Project
Brief description
In implementing Paris agreement and keeping the mean temperature increase lower than 1.5°C compared to preindustrial levels, deep decarbonization is required with the utilization of renewable energy sources (RES). In the proposed actions of WGIII, the integration of renewables such as building integrated photovoltaics (BIPV) in the buildings is a key component and a step forward to distributed energy systems with high contribution from buildings, becoming prosumers. The European Green Deal prioritizes energy efficient actions, improvements in building energy performance and development of a RES energy sector. In this context, the key objective of the BIPV-city project is to conduct a holistic investigation on the effect of local climatic conditions and energy flows in BIPV deployment and predict the current area limitation and technological improvements boundaries. Moreover, the BIPV-city project aims to develop a novel BIPV architectural climatic design as an online tool for representative climatic conditions of the extended Koppen-Geiger classification scheme proposed recently by researchers of the project.
Work packages
WP1: Rooftop solar PV assessment on the large-scale city deployment (NTUA/UPatras)
Objectives: To maximize RTPV solar power conversion efficiency as a function of local climatic conditions and high visual and architectural perceptibility
Task 1.1. Determination of rooftop solar PV potential in Europe and Greece
Task 1.2. Rooftop solar PV limitation with innovative improvements towards NZEB
WP2: BIPV Optimization framework for (P)ZEB and (P)ZEC (UPatras)
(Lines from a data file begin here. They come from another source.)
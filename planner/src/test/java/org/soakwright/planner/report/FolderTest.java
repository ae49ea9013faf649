package org.soakwright.planner.report;

import static org.junit.jupiter.api.Assertions.assertEquals;
import static org.junit.jupiter.api.Assertions.assertFalse;
import static org.junit.jupiter.api.Assertions.assertThrows;
import static org.junit.jupiter.api.Assertions.assertTrue;

import java.io.IOException;
import java.nio.charset.StandardCharsets;
import java.nio.file.Files;
import java.nio.file.Path;
import java.util.List;
import java.util.Map;
import java.util.TreeMap;
import java.util.stream.Stream;
import org.junit.jupiter.api.Assumptions;
import org.junit.jupiter.api.Test;
import org.junit.jupiter.api.io.TempDir;

/** Nothing of anyone else's is ever lost, and nothing half-written is ever left. */
class FolderTest {
    private static final List<Folder.Entry> FIRST =
            List.of(Folder.Entry.of("index.html", "one"), Folder.Entry.of("tables/steps.csv", "a"));
    private static final List<Folder.Entry> SECOND =
            List.of(Folder.Entry.of("index.html", "two"), Folder.Entry.of("pictures/map.svg", "b"));

    @TempDir
    Path top = Path.of("");

    private Path target() {
        return top.resolve("report");
    }

    private List<String> write(List<Folder.Entry> entries) throws IOException, Folder.Unusable {
        return Folder.at(target().toString()).write(entries);
    }

    /** Everything below the top, by name, with its text; a folder with nothing in it as well. */
    private Map<String, String> all() throws IOException {
        Map<String, String> all = new TreeMap<>();
        try (Stream<Path> files = Files.walk(top)) {
            for (Path file : files.toList()) {
                if (Files.isRegularFile(file)) {
                    all.put(top.relativize(file).toString().replace('\\', '/'), Files.readString(file));
                } else if (!file.equals(top) && isEmpty(file)) {
                    all.put(top.relativize(file).toString().replace('\\', '/') + "/", "");
                }
            }
        }
        return all;
    }

    private static boolean isEmpty(Path folder) throws IOException {
        try (Stream<Path> files = Files.list(folder)) {
            return files.findAny().isEmpty();
        }
    }

    private static String refused(String given) {
        return String.valueOf(
                assertThrows(Folder.Unusable.class, () -> Folder.at(given)).getMessage());
    }

    @Test
    void aFolderThatDoesNotExistIsMadeWithThoseAboveIt() throws IOException, Folder.Unusable {
        Path deep = top.resolve("a/b/report");
        assertEquals(
                List.of("index.html", "tables/steps.csv", "files.sha256"),
                Folder.at(deep.toString()).write(FIRST));
        assertEquals("one", Files.readString(deep.resolve("index.html")));
        assertEquals(
                List.of("a/b/report/files.sha256", "a/b/report/index.html", "a/b/report/tables/steps.csv"), names());
    }

    private List<String> names() throws IOException {
        return List.copyOf(all().keySet());
    }

    @Test
    void anEmptyFolderIsFilled() throws IOException, Folder.Unusable {
        Files.createDirectory(target());
        write(FIRST);
        assertEquals(List.of("report/files.sha256", "report/index.html", "report/tables/steps.csv"), names());
    }

    @Test
    void anEarlierReportIsReplacedWhole() throws IOException, Folder.Unusable {
        write(FIRST);
        write(SECOND);
        assertEquals(List.of("report/files.sha256", "report/index.html", "report/pictures/map.svg"), names());
        assertEquals("two", Files.readString(target().resolve("index.html")));
        write(FIRST);
        assertEquals(List.of("report/files.sha256", "report/index.html", "report/tables/steps.csv"), names());
    }

    @Test
    void aForeignFileStandsInTheWayAndIsKept() throws IOException, Folder.Unusable {
        write(FIRST);
        Files.writeString(target().resolve("notes.txt"), "mine");
        Map<String, String> before = all();
        assertEquals(
                "holds the file notes.txt, which is no part of a report, so it is kept; name a new or empty folder",
                refused(target().toString()));
        assertEquals(before, all());
    }

    @Test
    void aForeignFolderStandsInTheWayEvenWhenEmpty() throws IOException {
        Files.createDirectories(target().resolve("tables"));
        assertEquals(
                "holds the folder tables, which is no part of a report, so it is kept; name a new or empty folder",
                refused(target().toString()));
    }

    @Test
    void aFileOfTheSameNameWithoutAListIsForeign() throws IOException {
        Files.createDirectory(target());
        Files.writeString(target().resolve("index.html"), "someone's page");
        assertTrue(refused(target().toString()).startsWith("holds the file index.html"));
    }

    @Test
    void aListOfSomeoneElseMakesNothingOurs() throws IOException {
        Files.createDirectory(target());
        Files.writeString(target().resolve("files.sha256"), "0".repeat(64) + "  files.sha256\n");
        assertTrue(refused(target().toString()).startsWith("holds the file files.sha256"));
    }

    @Test
    void aReportThatSomeoneEditedIsKept() throws IOException, Folder.Unusable {
        write(FIRST);
        Files.writeString(target().resolve("index.html"), "one, with a remark");
        Map<String, String> before = all();
        assertEquals(
                "holds index.html, which was changed since it was written, so it is kept; move it away or name another"
                        + " folder",
                refused(target().toString()));
        assertEquals(before, all());
    }

    @Test
    void aFileThatComesToLieThereMeanwhileIsKept() throws IOException, Folder.Unusable {
        write(FIRST);
        Folder folder = Folder.at(target().toString());
        Files.writeString(target().resolve("notes.txt"), "mine");
        Map<String, String> before = all();
        assertThrows(Folder.Unusable.class, () -> folder.write(SECOND));
        assertEquals(before, all());
    }

    @Test
    void aDiskThatFillsUpLeavesNothingBehind() throws IOException, Folder.Unusable {
        Path deep = top.resolve("a/b/report");
        Folder folder = Folder.at(deep.toString());
        IOException full = assertThrows(IOException.class, () -> folder.write(withFailure()));
        assertEquals("No space left on device", full.getMessage());
        assertEquals(Map.of(), all());
    }

    @Test
    void aDiskThatFillsUpLeavesAnEarlierReportAsItWas() throws IOException, Folder.Unusable {
        write(FIRST);
        Map<String, String> before = all();
        Folder folder = Folder.at(target().toString());
        assertThrows(IOException.class, () -> folder.write(withFailure()));
        assertEquals(before, all());
    }

    @Test
    void aFaultOfTheProgramLeavesNothingBehindEither() throws IOException, Folder.Unusable {
        Folder folder = Folder.at(target().toString());
        List<Folder.Entry> faulty = List.of(new Folder.Entry("index.html", out -> {
            throw new IllegalStateException("out of order");
        }));
        assertThrows(IllegalStateException.class, () -> folder.write(faulty));
        assertEquals(Map.of(), all());
    }

    private static List<Folder.Entry> withFailure() {
        return List.of(Folder.Entry.of("index.html", "new"), new Folder.Entry("batch-sheet.pdf", out -> {
            out.write("%PDF-1.7 and then".getBytes(StandardCharsets.US_ASCII));
            throw new IOException("No space left on device");
        }));
    }

    /** What a run that was killed half-way leaves: its part, and a list of old and new files. */
    @Test
    void whatAKilledRunLeftIsCleanedUp() throws IOException, Folder.Unusable {
        write(FIRST);
        Files.createDirectories(target().resolve(".soakwright.part/tables"));
        Files.writeString(target().resolve(".soakwright.part/tables/steps.csv"), "ha");
        write(SECOND);
        assertEquals(List.of("report/files.sha256", "report/index.html", "report/pictures/map.svg"), names());
    }

    @Test
    void aFileIsNoFolder() throws IOException {
        Files.writeString(target(), "mine");
        assertEquals("is a file; name a folder", refused(target().toString()));
        assertEquals(
                "would lie in report, which is a file; name another",
                refused(target().resolve("below").toString()));
    }

    @Test
    void aNamelessFolderIsRefused() {
        assertEquals("is no folder name", refused(" "));
        assertEquals("is no folder name", refused("a\0b"));
    }

    @Test
    void aWriteProtectedFolderIsRefused() throws IOException {
        Path locked = Files.createDirectory(target());
        Assumptions.assumeTrue(locked.toFile().setWritable(false) && !Files.isWritable(locked), "rights count here");
        assertEquals("is write-protected; name another folder", refused(locked.toString()));
        assertTrue(refused(locked.resolve("below").toString())
                .startsWith("would lie in a folder that is write-protected"));
        assertTrue(locked.toFile().setWritable(true));
    }

    @Test
    void aLinkStaysALink() throws IOException, Folder.Unusable {
        Path real = Files.createDirectory(top.resolve("real"));
        Path link = top.resolve("link");
        try {
            Files.createSymbolicLink(link, real);
        } catch (IOException | UnsupportedOperationException e) {
            Assumptions.abort("links can be made here");
        }
        Folder.at(link.toString()).write(FIRST);
        assertTrue(Files.isSymbolicLink(link));
        assertEquals("one", Files.readString(real.resolve("index.html")));
    }

    @Test
    void aLinkThatLiesInTheFolderIsForeign() throws IOException, Folder.Unusable {
        write(FIRST);
        Path other = Files.writeString(top.resolve("other.html"), "one");
        Files.delete(target().resolve("index.html"));
        try {
            Files.createSymbolicLink(target().resolve("index.html"), other);
        } catch (IOException | UnsupportedOperationException e) {
            Assumptions.abort("links can be made here");
        }
        assertFalse(refused(target().toString()).isEmpty());
        assertEquals("one", Files.readString(other));
    }

    @Test
    void anEntryStaysInsideItsFolder() {
        for (String path : List.of("../x", "/x", "a/../../x", "", "a\\b")) {
            assertThrows(IllegalArgumentException.class, () -> Folder.Entry.of(path, ""));
        }
    }
}
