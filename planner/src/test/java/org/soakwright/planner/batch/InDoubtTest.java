package org.soakwright.planner.batch;

import static org.junit.jupiter.api.Assertions.assertEquals;
import static org.junit.jupiter.api.Assertions.assertFalse;
import static org.junit.jupiter.api.Assertions.assertThrows;
import static org.junit.jupiter.api.Assertions.assertTrue;

import java.util.ArrayList;
import java.util.Arrays;
import java.util.List;
import java.util.concurrent.ForkJoinPool;
import org.apache.commons.math3.distribution.NormalDistribution;
import org.junit.jupiter.api.Test;
import org.soakwright.recipes.model.Recipe;
import org.soakwright.recipes.text.Unsound;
Objectives: To optimize BIPV building integration according to local climatic conditions towards the improvement of the overall building energy performance; To investigate the feasibility of applying the SERAS principle (Sufficiency, efficiency, renewables and sharing) for a typical Mediterranean city
Task 2.1. Prioritization sequence of PV building integration for European and Greek cities
Task 2.2. Comparison of the BIPV building effects to green walls and nature-based solutions
Task 2.3. Extension of PV building integration to sharing for hard to decarbonize buildings and carbon neutral cities
WP3: Development of an open-source online platform for BIPV climatic design (UOI/UPatras)
Objectives: To develop a novel BIPV architectural climatic design as an online tool; To optimize it for simple building typology and different climatic zones of Greece for end-users and design the platform as an educational tool for a future Hellenic MOOC
Task 3.1. Definition and validation of an analytical approximation framework model by extensive simulation for different climatic zones in Greece
Task 3.2. Design and development an online platform for BIPV climatic design
WP4: Management/Dissemination (All)
Objectives: To manage the project and to report and disseminate the results by conferences presentation
Task 4.1 Management of the project
Task 4.2 Reports & Dissemination
Target
Building structure is the interface between humans and their natural environment and sustainable development requires a rethinking of the photovoltaics integration in harmony to local environmental and bioclimatic conditions. The necessity of climate crisis mitigation points towards moving beyond the self-sufficient and self-consumption concepts into positive energy sharing within local communities.
The characterization of BIPV technologies and their integration flexibility in a particular building component is a multifunctional process. So far, the multi-functionality is primarily being studied in terms of electrotechnical and building requirements. We have recently shown that local climate is an important parameter in the determination of the optimal and most appropriate PV technology solution for PV building integration towards the improvement of energy and environmental performance with thermal comfort and indoor air quality. Local climate affects the BIPV sequence in reaching NZEBs and prioritizes the PV component integration at a specific location.
However, each building is a unit of an urban block and mutual thermal and radiation interaction and/or RES sharing should be also investigated. In this context, the proposal aims to investigate the three-component interaction of building energy performance-urban form-local climate in a step-by-step process of PV building integration towards positive energy districts. It is anticipated a major contribution in this inter-disciplinary scientific field of the transition to carbon-neutral cities with a wider BIPV scientific audience and a final aim of zero GHG emissions. By developing an online BIPV climatic design tool and a digitalized participatory method, we will increase the educational sources and resources towards a major societal long-term learning and building capacity across science, engineering, and energy.